* **EXERCISE INSTRUCTIONS**:
Copy out the entries exactly, from the first line to the last.

* **SOURCE DATA**:

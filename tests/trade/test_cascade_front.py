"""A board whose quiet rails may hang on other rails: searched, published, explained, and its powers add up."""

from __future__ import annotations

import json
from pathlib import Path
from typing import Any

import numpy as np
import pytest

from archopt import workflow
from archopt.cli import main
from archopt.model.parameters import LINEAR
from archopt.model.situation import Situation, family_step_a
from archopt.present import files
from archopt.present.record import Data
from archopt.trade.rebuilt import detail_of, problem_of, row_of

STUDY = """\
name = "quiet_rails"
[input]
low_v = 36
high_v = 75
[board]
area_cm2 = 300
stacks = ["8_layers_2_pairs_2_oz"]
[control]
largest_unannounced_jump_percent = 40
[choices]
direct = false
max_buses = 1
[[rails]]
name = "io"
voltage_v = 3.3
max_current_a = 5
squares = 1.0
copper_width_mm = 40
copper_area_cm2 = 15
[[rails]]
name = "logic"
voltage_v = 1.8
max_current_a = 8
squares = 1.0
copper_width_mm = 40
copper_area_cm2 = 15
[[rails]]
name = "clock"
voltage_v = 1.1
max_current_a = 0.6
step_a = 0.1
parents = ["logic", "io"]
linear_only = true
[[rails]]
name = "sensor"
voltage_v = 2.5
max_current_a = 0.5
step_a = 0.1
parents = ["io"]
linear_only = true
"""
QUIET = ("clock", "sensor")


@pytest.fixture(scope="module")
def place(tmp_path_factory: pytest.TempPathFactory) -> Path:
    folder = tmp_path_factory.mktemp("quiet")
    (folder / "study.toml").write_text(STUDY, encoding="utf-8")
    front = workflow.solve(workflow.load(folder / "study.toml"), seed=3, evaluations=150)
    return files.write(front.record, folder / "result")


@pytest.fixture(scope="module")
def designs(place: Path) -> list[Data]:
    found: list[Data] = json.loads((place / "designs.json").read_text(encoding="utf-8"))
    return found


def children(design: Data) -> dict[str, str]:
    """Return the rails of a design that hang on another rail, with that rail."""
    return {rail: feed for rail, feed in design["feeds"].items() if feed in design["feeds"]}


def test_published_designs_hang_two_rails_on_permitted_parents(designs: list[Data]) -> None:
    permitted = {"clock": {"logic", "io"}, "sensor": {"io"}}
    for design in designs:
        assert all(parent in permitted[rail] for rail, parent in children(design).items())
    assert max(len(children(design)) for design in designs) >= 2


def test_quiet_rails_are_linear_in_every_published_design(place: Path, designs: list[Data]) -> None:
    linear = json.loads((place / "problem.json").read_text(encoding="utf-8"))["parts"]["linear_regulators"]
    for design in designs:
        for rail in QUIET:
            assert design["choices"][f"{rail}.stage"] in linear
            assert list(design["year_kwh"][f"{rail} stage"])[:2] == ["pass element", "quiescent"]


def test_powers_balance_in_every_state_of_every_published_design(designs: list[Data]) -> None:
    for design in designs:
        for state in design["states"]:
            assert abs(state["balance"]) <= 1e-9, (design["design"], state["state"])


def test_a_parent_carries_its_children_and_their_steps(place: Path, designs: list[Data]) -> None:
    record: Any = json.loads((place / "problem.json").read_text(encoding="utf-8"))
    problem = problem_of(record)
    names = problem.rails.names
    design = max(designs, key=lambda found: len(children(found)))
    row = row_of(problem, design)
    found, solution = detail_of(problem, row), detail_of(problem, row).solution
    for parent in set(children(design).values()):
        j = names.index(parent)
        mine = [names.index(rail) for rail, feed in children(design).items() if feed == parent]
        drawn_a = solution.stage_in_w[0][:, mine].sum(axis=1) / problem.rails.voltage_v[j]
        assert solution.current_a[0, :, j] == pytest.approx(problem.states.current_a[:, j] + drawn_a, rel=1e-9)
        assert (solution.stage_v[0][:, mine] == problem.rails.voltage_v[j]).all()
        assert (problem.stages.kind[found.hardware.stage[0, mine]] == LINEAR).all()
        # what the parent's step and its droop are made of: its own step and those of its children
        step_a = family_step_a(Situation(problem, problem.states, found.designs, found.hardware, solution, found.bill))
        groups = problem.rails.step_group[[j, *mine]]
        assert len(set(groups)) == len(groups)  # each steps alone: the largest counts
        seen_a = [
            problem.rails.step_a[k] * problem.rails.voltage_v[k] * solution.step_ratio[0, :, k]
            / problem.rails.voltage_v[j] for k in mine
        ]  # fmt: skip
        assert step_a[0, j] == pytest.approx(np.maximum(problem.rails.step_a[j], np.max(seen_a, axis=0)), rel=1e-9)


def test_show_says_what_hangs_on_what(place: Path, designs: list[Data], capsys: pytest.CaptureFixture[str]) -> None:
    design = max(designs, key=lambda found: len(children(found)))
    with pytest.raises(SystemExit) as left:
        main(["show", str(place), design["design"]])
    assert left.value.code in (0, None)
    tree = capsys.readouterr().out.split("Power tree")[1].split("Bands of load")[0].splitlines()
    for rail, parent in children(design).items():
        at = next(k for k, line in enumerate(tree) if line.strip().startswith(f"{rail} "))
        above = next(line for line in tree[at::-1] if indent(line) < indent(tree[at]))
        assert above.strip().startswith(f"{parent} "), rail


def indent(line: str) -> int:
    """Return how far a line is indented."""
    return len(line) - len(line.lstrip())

* **EXERCISE RESULT**:
filename tests/trade/test_cascade_front.py
"""A board whose quiet rails may hang on other rails: searched, published, explained, and its powers add up."""

from __future__ import annotations

import json
from pathlib import Path
from typing import Any

import numpy as np
import pytest

from archopt import workflow
from archopt.cli import main
from archopt.model.parameters import LINEAR
from archopt.model.situation import Situation, family_step_a
from archopt.present import files
from archopt.present.record import Data
from archopt.trade.rebuilt import detail_of, problem_of, row_of

STUDY = """\
name = "quiet_rails"
[input]
low_v = 36
high_v = 75
[board]
area_cm2 = 300
stacks = ["8_layers_2_pairs_2_oz"]
[control]
largest_unannounced_jump_percent = 40
[choices]
direct = false
max_buses = 1
[[rails]]
name = "io"
voltage_v = 3.3
max_current_a = 5
squares = 1.0
copper_width_mm = 40
copper_area_cm2 = 15
[[rails]]
name = "logic"
voltage_v = 1.8
max_current_a = 8
squares = 1.0
copper_width_mm = 40
copper_area_cm2 = 15
[[rails]]
name = "clock"
voltage_v = 1.1
max_current_a = 0.6
step_a = 0.1
parents = ["logic", "io"]
linear_only = true
[[rails]]
name = "sensor"
voltage_v = 2.5
max_current_a = 0.5
step_a = 0.1
parents = ["io"]
linear_only = true
"""
QUIET = ("clock", "sensor")


@pytest.fixture(scope="module")
def place(tmp_path_factory: pytest.TempPathFactory) -> Path:
    folder = tmp_path_factory.mktemp("quiet")
    (folder / "study.toml").write_text(STUDY, encoding="utf-8")
    front = workflow.solve(workflow.load(folder / "study.toml"), seed=3, evaluations=150)
    return files.write(front.record, folder / "result")


@pytest.fixture(scope="module")
def designs(place: Path) -> list[Data]:
    found: list[Data] = json.loads((place / "designs.json").read_text(encoding="utf-8"))
    return found


def children(design: Data) -> dict[str, str]:
    """Return the rails of a design that hang on another rail, with that rail."""
    return {rail: feed for rail, feed in design["feeds"].items() if feed in design["feeds"]}


def test_published_designs_hang_two_rails_on_permitted_parents(designs: list[Data]) -> None:
    permitted = {"clock": {"logic", "io"}, "sensor": {"io"}}
    for design in designs:
        assert all(parent in permitted[rail] for rail, parent in children(design).items())
    assert max(len(children(design)) for design in designs) >= 2


def test_quiet_rails_are_linear_in_every_published_design(place: Path, designs: list[Data]) -> None:
    linear = json.loads((place / "problem.json").read_text(encoding="utf-8"))["parts"]["linear_regulators"]
    for design in designs:
        for rail in QUIET:
            assert design["choices"][f"{rail}.stage"] in linear
            assert list(design["year_kwh"][f"{rail} stage"])[:2] == ["pass element", "quiescent"]


def test_powers_balance_in_every_state_of_every_published_design(designs: list[Data]) -> None:
    for design in designs:
        for state in design["states"]:
            assert abs(state["balance"]) <= 1e-9, (design["design"], state["state"])


def test_a_parent_carries_its_children_and_their_steps(place: Path, designs: list[Data]) -> None:
    record: Any = json.loads((place / "problem.json").read_text(encoding="utf-8"))
    problem = problem_of(record)
    names = problem.rails.names
    design = max(designs, key=lambda found: len(children(found)))
    row = row_of(problem, design)
    found, solution = detail_of(problem, row), detail_of(problem, row).solution
    for parent in set(children(design).values()):
        j = names.index(parent)
        mine = [names.index(rail) for rail, feed in children(design).items() if feed == parent]
        drawn_a = solution.stage_in_w[0][:, mine].sum(axis=1) / problem.rails.voltage_v[j]
        assert solution.current_a[0, :, j] == pytest.approx(problem.states.current_a[:, j] + drawn_a, rel=1e-9)
        assert (solution.stage_v[0][:, mine] == problem.rails.voltage_v[j]).all()
        assert (problem.stages.kind[found.hardware.stage[0, mine]] == LINEAR).all()
        # what the parent's step and its droop are made of: its own step and those of its children
        step_a = family_step_a(Situation(problem, problem.states, found.designs, found.hardware, solution, found.bill))
        groups = problem.rails.step_group[[j, *mine]]
        assert len(set(groups)) == len(groups)  # each steps alone: the largest counts
        seen_a = [
            problem.rails.step_a[k] * problem.rails.voltage_v[k] * solution.step_ratio[0, :, k]
            / problem.rails.voltage_v[j] for k in mine
        ]  # fmt: skip
        assert step_a[0, j] == pytest.approx(np.maximum(problem.rails.step_a[j], np.max(seen_a, axis=0)), rel=1e-9)


def test_show_says_what_hangs_on_what(place: Path, designs: list[Data], capsys: pytest.CaptureFixture[str]) -> None:
    design = max(designs, key=lambda found: len(children(found)))
    with pytest.raises(SystemExit) as left:
        main(["show", str(place), design["design"]])
    assert left.value.code in (0, None)
    tree = capsys.readouterr().out.split("Power tree")[1].split("Bands of load")[0].splitlines()
    for rail, parent in children(design).items():
        at = next(k for k, line in enumerate(tree) if line.strip().startswith(f"{rail} "))
        above = next(line for line in tree[at::-1] if indent(line) < indent(tree[at]))
        assert above.strip().startswith(f"{parent} "), rail


def indent(line: str) -> int:
    """Return how far a line is indented."""
    return len(line) - len(line.lstrip())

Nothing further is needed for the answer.